- Data to use -
Segment Open

#include "lapwing/io/log_file.hpp"

#include <algorithm>
#include <array>
#include <cmath>
#include <cstdio>
#include <filesystem>
#include <sstream>

#include "lapwing/base/error.hpp"
#include "lapwing/base/format.hpp"
#include "lapwing/base/text.hpp"
#include "lapwing/base/units.hpp"
#include "lapwing/io/csv.hpp"
#include "lapwing/io/csv_writer.hpp"
#include "lapwing/io/json.hpp"
#include "lapwing/io/line_track.hpp"
#include "lapwing/model/track.hpp"
#include "lapwing/path/centerline.hpp"
#include "lapwing/path/log_curvature.hpp"
#include "lapwing/path/logged_speed.hpp"

namespace lapwing {

namespace {

// SI per unit of a log channel, or nothing for a unit not accepted.
std::optional<double> speed_scale(const std::string& unit) {
  if (unit == "km/h" || unit == "kph") return units::kph;
  if (unit == "m/s") return 1.0;
  if (unit == "mph") return 1609.344 / 3600.0;
  return std::nullopt;
}
std::optional<double> accel_scale(const std::string& unit) {
  if (unit == "g") return units::g0;
  if (unit == "m/s2") return 1.0;
  return std::nullopt;
}
std::optional<double> yaw_scale(const std::string& unit) {
  if (unit == "deg/s") return units::deg;
  if (unit == "rad/s") return 1.0;
  return std::nullopt;
}

// The curvature profile a log becomes (the columns a curvature file has).
struct ProfileRow {
  double s_m, curvature_1pm;
};
constexpr CsvColumn<ProfileRow> profile_columns[] = {
    {"distance_m", [](std::string& o, const ProfileRow& r) { csv_number(o, r.s_m); }},
    {"curvature_1pm", [](std::string& o, const ProfileRow& r) { csv_number(o, r.curvature_1pm); }},
};

// A log that begins (or ends) with the car standing still (a standing start, a log begun in the
// pit box): the rows before the car first moves are left out but the last of them (the start,
// at rest), and likewise after it last stops, with a note naming them. At rest between two rows:
// the distance does not move (given), or the speed is 0 at both (time: the distance integrated
// from the speed does not move). A log in which the car never moves is left whole (its own
// errors follow). The table keeps its rows' file lines, so later errors still name the file's.
void drop_standstill(CsvTable& t, const std::string& speed, const std::string& distance,
                     const std::string& time, std::vector<std::string>& notes) {
  if (t.find(speed) < 0 || t.find(distance.empty() ? time : distance) < 0) return;  // named later
  const std::vector<double>& v = t.column(speed);
  const std::vector<double>* d = distance.empty() ? nullptr : &t.column(distance);
  const std::size_t n = t.rows();
  auto at_rest = [&](std::size_t i) {  // between rows i and i + 1
    return d ? (*d)[i + 1] == (*d)[i] : v[i] == 0.0 && v[i + 1] == 0.0;
  };
  std::size_t first = 0, last = n - 1;
  while (first + 1 < n && at_rest(first)) ++first;
  if (first + 1 >= n) return;  // never moves
  while (last > first && at_rest(last - 1)) --last;
  if (first == 0 && last == n - 1) return;
  auto lines = [&](std::size_t a, std::size_t b) {
    return a == b ? "line " + std::to_string(t.lines[a])
                  : "lines " + std::to_string(t.lines[a]) + " to " + std::to_string(t.lines[b]);
  };
  if (first > 0)
    notes.push_back("the car stands still before it moves: " + lines(0, first - 1) +
                    " left out (the log starts at line " + std::to_string(t.lines[first]) +
                    ", the last row at rest)");
  if (last < n - 1)
    notes.push_back("the car stands still after it stops: " + lines(last + 1, n - 1) +
                    " left out (the log ends at line " + std::to_string(t.lines[last]) +
                    ", the first row at rest)");
  const auto keep = [&](auto& rows) {
    rows.erase(rows.begin() + static_cast<std::ptrdiff_t>(last + 1), rows.end());
    rows.erase(rows.begin(), rows.begin() + static_cast<std::ptrdiff_t>(first));
  };
  for (auto& c : t.columns) keep(c);
  keep(t.lines);
  if (t.rows() < log_min_samples)
    throw InputError(t.file, Mark{t.lines.back(), 1},
                     "only " + std::to_string(t.rows()) +
                         " rows where the car moves (those where it stands still left out); at "
                         "least " +
                         std::to_string(log_min_samples) + " are needed");
}

}  // namespace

Segment Closed

- Brief -
Could you give the number of lines in the data above that contain the string "while", with no other words?

- Task solution -
2